Sans parler de Fenimore Cooper, qui a exploité notre histoire de l’Ohio, du Mississipi et de l’Ouest, mais qui s’est bien gardé de faire sentir que tout, absolument tout, y était canadien, et, sans faire trop de reproches à Bancroft, qui a enjambé si lestement les faits qui l’embarrassaient, nous avons sous les yeux quelques hommes de plume renommés, notamment Parkman, qui continuent la même tradition, quoique leurs procédés soient, en apparence, plus généreux. Le temps n’est plus, en effet, où l’on pouvait nous « ignorer, » selon l’expression anglaise. Il faut mettre de l’eau dans son vin ; on en met — avec une pointe de vinaigre. M. Parkman en est arrivé au persifflage, genre de la petite presse. Ses livres, très savants, que l’on nous représente comme écrits dans un esprit de libéralité digne d’éloge, sont huilés de jalousie. Les compliments qu’il nous adresse trempent dans une encre amère, et c’est ce qui lui nuira le plus, car tout se découvre, tout finit par être connu ; et, pour avoir été le plus érudit des écrivains de sa nation, il n’en subira pas moins l’abandon de ceux qui, un jour, ne voudront plus accepter ses réticences. Si M. Parkman osait écrire l’histoire des Puritains avec le ton de sarcasme qu’il a adopté pour parler des fondateurs du Canada, il n’amuserait pas ceux qui, aujourd’hui, se plaisent tant à consulter ses livres ! Et pourtant il y aurait de quoi dire sur les Puritains ! Cet écrivain met au jour des faits de notre histoire qui parlent d’eux-mêmes, dont il essaie constamment de dénaturer l’importance, et que ses successeurs sauront interpréter sans tenir compte de son faux point de vue. Dès que l’on cessera de nous traiter avec « libéralité, » on arrivera au sens véritable des choses. Inutile de se montrer généreux envers nous ; nous ne demandons que la justice. Quand on commence par vouloir agir libéralement, c’est que l’on est préjugé et que l’on n’a pas compris les faits. L’histoire se compose de faits ; étudions-les et ne faisons grâce de rien. Cette condescendance est humiliante, après tout. Dans son livre, The old régime in Canada, M. Parkman emploie plusieurs centaines de fois le mot but. Il constate un fait, puis : «  mais… mais… mais… »

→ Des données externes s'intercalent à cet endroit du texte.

import { ChangeDetectionStrategy, Component, computed, effect, inject, input, untracked, viewChild } from '@angular/core';
import { MatButtonModule } from '@angular/material/button';
import { MatDialog } from '@angular/material/dialog';
import { MatIconModule } from '@angular/material/icon';
import { MatMenuModule } from '@angular/material/menu';
import { MatSnackBar } from '@angular/material/snack-bar';
import { MatTabsModule } from '@angular/material/tabs';
import { MatTooltipModule } from '@angular/material/tooltip';
import { RouterLink } from '@angular/router';
import type { ExportFormat } from '../../../../shared/api/rooms';
import { ImportDialog, type ImportDialogData } from '../dialogs/import-dialog';
import { ShareDialog } from '../dialogs/share-dialog';
import { RoomEditor, type RoomMeta } from '../editor/room-editor';
import { SettingsPanel } from '../panels/settings-panel';
import { SummaryPanel } from '../panels/summary-panel';
import { PeopleTable } from '../tables/people-table';
import { TiesTable } from '../tables/ties-table';
import { MapInspector } from './map-inspector';
import { MapPanel } from './map-panel';
import { SaveStatus } from './save-status';

/** One room: map, people and ties tables, settings, summary; import, export, sharing. */
@Component({
  selector: 'app-room-page',
  imports: [
    RouterLink,
    MatButtonModule,
    MatIconModule,
    MatMenuModule,
    MatTabsModule,
    MatTooltipModule,
    MapPanel,
    MapInspector,
    PeopleTable,
    TiesTable,
    SettingsPanel,
    SummaryPanel,
    SaveStatus,
  ],
  providers: [RoomEditor],
  templateUrl: './room-page.html',
  styleUrl: './room-page.scss',
  changeDetection: ChangeDetectionStrategy.OnPush,
  host: { '(window:keydown)': 'shortcut($event)', '(window:beforeunload)': 'warnUnsaved($event)' },
})
export default class RoomPage {
  readonly roomId = input.required<string>();
  protected readonly editor = inject(RoomEditor);
  private readonly dialog = inject(MatDialog);
  private readonly snack = inject(MatSnackBar);
  private readonly mapPanel = viewChild(MapPanel);

  protected readonly room = this.editor.room;
  protected readonly isOwner = computed(() => this.room()?.access === 'owner');
  protected readonly exports: { format: ExportFormat; label: string; icon: string }[] = [
    { format: 'people-csv', label: 'People (CSV)', icon: 'table_view' },
    { format: 'ties-csv', label: 'Ties (CSV)', icon: 'table_view' },
    { format: 'graphml', label: 'GraphML', icon: 'account_tree' },
    { format: 'json', label: 'Node-link JSON', icon: 'data_object' },
    { format: 'org-chart-csv', label: 'Org chart (CSV)', icon: 'account_tree' },
  ];

  constructor() {
    effect(() => {
      const id = Number(this.roomId());
      untracked(() => this.editor.load(id));
    });
  }

  protected exportUrl(format: ExportFormat): string {
    return `/api/rooms/${this.room()?.id}/export?format=${format}`;
  }

  protected async exportPng(): Promise<void> {
    const panel = this.mapPanel();
    const done = await panel?.map().exportPng(`${this.room()?.name ?? 'room'} map.png`);
    if (!done) this.snack.open('Open the map tab with at least one person to export a picture.', 'OK', { duration: 5000 });
  }

  protected openImport(): void {
    const room = this.room();
    if (!room) return;
    // Save what is waiting first, so the import starts from the latest version.
    this.editor.flush().subscribe({ complete: () => this.showImport(room) });
  }

  private showImport(room: RoomMeta): void {
    const data: ImportDialogData = {
      roomId: room.id,
      roomName: room.name,
      version: () => this.editor.room()?.version ?? room.version,
      people: this.editor.model.people.size,
    };
    this.dialog
      .open(ImportDialog, { data, width: '860px', maxWidth: '96vw' })
      .afterClosed()
      .subscribe((committed) => {
        if (committed) this.editor.reloadFromServer();
      });
  }

  protected openShare(): void {
    const room = this.room();
    if (room) this.dialog.open(ShareDialog, { data: { roomId: room.id, roomName: room.name }, width: '620px', maxWidth: '96vw' });
  }

  protected shortcut(e: KeyboardEvent): void {
    const target = e.target as HTMLElement;
    const typing = /^(INPUT|TEXTAREA|SELECT)$/.test(target.tagName) || target.isContentEditable;
    if (this.dialog.openDialogs.length) return;
    const mod = e.ctrlKey || e.metaKey;
    if (mod && e.key.toLowerCase() === 'z' && !typing) {
      e.preventDefault();
      if (e.shiftKey) this.editor.redo();
      else this.editor.undo();
    } else if (mod && e.key.toLowerCase() === 'y' && !typing) {
      e.preventDefault();
      this.editor.redo();
    } else if ((e.key === 'Delete' || e.key === 'Backspace') && !typing && this.editor.canEdit()) {
      const s = this.editor.selection;
      if (!s.size && !s.tie) return;
      e.preventDefault();
      if (s.tie) this.editor.deleteTies([s.tie]);
      else this.editor.deletePeople(s.ids());
      this.snack
        .open('Deleted.', 'Undo', { duration: 6000 })
        .onAction()
        .subscribe(() => this.editor.undo());
    } else if (e.key === 'Escape' && !typing) {
      this.editor.selection.clear();
      this.editor.selectionChanged();
    }
  }

  protected warnUnsaved(e: BeforeUnloadEvent): void {
    if (this.editor.hasUnsaved) {
      this.editor.flush();
      e.preventDefault();
    }
  }
}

Les deux couronnes ont eu, alternativement, l’honneur de bonnes conceptions et le désavantage de faux calculs extraordinaires. À tout prendre, l’Angleterre a su agir mieux que sa rivale. Le résultat l’a démontré, car tout n’est pas hasard et accident. Il est assez curieux de voir que la France, qui avait si intelligemment commencé ses colonies, les ait perdues par indifférence, tandis que l’Angleterre, qui au début, ne comprenait rien aux entreprises de ce genre, finit par en saisir toute la valeur… et par saisir aussi les possessions françaises.

Quelle fut la conséquence des deux batailles d’Abraham (1759, 1760) ? Le drapeau anglais flotta sur le Saint-Laurent et le Mississipi. Prenons la carte et voyons ce que cela veut dire. Depuis cent ans, toutes ces contrées nous étaient connues, étaient à nous. Les Yankees n’avaient jamais su en tirer parti ; ils arrivèrent juste à point pour recueillir les fruits de nos immenses travaux, grâce à l’énergie et au coup d’œil des hommes d’État anglais.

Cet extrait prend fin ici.